2\. Usually, a single patent examiner (possibly supervised during his- or her
first few years) does the search and decides whether to allow a patent. The
USPTO does have pre-issuance review procedures, but in the main, _one, junior,
civil servant_ — who might or might not know much about the relevant industry,
as opposed to the relevant technology — 𝙞𝙣 𝙚𝙛𝙛𝙚𝙘𝙩 𝙢𝙖𝙠𝙚𝙨 𝙞𝙣𝙙𝙪𝙨𝙩𝙧𝙞𝙖𝙡 𝙥𝙤𝙡𝙞𝙘𝙮 𝙛𝙤𝙧
𝙩𝙝𝙚 𝙚𝙣𝙩𝙞𝙧𝙚 𝙐𝙣𝙞𝙩𝙚𝙙 𝙎𝙩𝙖𝙩𝙚𝙨.

Sure, there are procedures for the USPTO to revisit the question of
patentability. But those are expensive for challengers, as has been pointed
out in TFA and in the comments here.

3\. Patent law also requires that, if you want to invalidate a patent in
court, it's up to _you_ to prove the relevant facts — by "clear and convincing
evidence," the highest standard of proof in civil law.
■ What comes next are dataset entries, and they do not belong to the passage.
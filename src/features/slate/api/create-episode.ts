import type { EpisodeFields } from "@shared/slate/schemas";
import { api } from "../../../lib/api-client";
import { episodesBase, useEpisodeMutation, type EpisodeAnswer } from "./episode-mutation";

export const useCreateEpisode = (channelId: string) =>
  useEpisodeMutation(channelId, (fields: EpisodeFields) => api<EpisodeAnswer>(episodesBase(channelId), { method: "POST", body: fields }));
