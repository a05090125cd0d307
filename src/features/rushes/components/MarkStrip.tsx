import type { MarkView } from "@shared/rushes/schemas";

interface StripProps {
  marks: MarkView[];
  /** The absolute frame number of the clip's first frame, which marks' frames count from. */
  firstFrame: number;
  frames: number;
  playhead: number;
  draft: { inFrame: number | null; outFrame: number | null };
  onChoose: (frame: number) => void;
}

const percent = (frame: number, frames: number) => `${(Math.min(Math.max(frame, 0), frames) / Math.max(frames, 1)) * 100}%`;

/** The clip's marks along its length under the picture; choosing one takes the playhead to its in point. */
export function MarkStrip({ marks, firstFrame, frames, playhead, draft, onChoose }: StripProps) {
  const draftEnd = draft.outFrame ?? (draft.inFrame !== null ? playhead : null);
  return (
    <div className="relative h-8 w-full rounded-sm bg-graphite-700" role="group" aria-label="Marks along the clip">
      {draft.inFrame !== null && draftEnd !== null && draftEnd > draft.inFrame && (
        <div aria-hidden className="absolute inset-y-0 bg-amber-cut/40" style={{ left: percent(draft.inFrame, frames), width: `calc(${percent(draftEnd, frames)} - ${percent(draft.inFrame, frames)})` }} />
      )}
      {marks.map((m) => {
        const from = m.inFrame - firstFrame;
        const to = m.outFrame - firstFrame;
        return (
          <button
            key={m.id}
            type="button"
            title={m.note || `${m.in} → ${m.out}`}
            aria-label={`Go to mark ${m.in} → ${m.out}${m.note ? `, ${m.note}` : ""}`}
            onClick={() => onChoose(from)}
            className="absolute inset-y-1 min-w-2 rounded-sm bg-ply-200 hover:bg-white focus-visible:outline-2 focus-visible:outline-offset-1 focus-visible:outline-white"
            style={{ left: percent(from, frames), width: `calc(${percent(to, frames)} - ${percent(from, frames)})` }}
          />
        );
      })}
      <div aria-hidden className="pointer-events-none absolute inset-y-0 w-0.5 bg-amber-cut" style={{ left: percent(playhead, frames) }} />
    </div>
  );
}
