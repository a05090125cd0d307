import type { Stage } from "@shared/slate/stages";
import { api } from "../../../lib/api-client";
import { episodesBase, useEpisodeMutation, type EpisodeAnswer } from "./episode-mutation";

export const useOverrideDueDate = (channelId: string, episodeId: string) =>
  useEpisodeMutation(
    channelId,
    ({ stage, version, dueDate }: { stage: Stage; version: number; dueDate: string | null }) =>
      api<EpisodeAnswer>(`${episodesBase(channelId)}/${episodeId}/due-dates/${stage}`, { method: "PUT", body: { version, dueDate } }),
    episodeId,
  );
Bottom line: The incentives provided by the patent system are not necessarily
needed in the 21st century. It's high time to revisit, as the Supreme Court
put it in 1966, "the underlying policy of the patent system that 'the things
which are worth to the public the embarrassment of an exclusive patent,' as
Jefferson put it, must outweigh the restrictive effect of the limited patent
monopoly."

[0]
[https://www.law.cornell.edu/uscode/text/35/102](https://www.law.cornell.edu/uscode/text/35/102)

[1] *Graham v. John Deere Co., 383 U.S. 1, 10-11 (1966),
[https://scholar.google.com/scholar_case?case=910565259149730...](https://scholar.google.com/scholar_case?case=9105652591497305710)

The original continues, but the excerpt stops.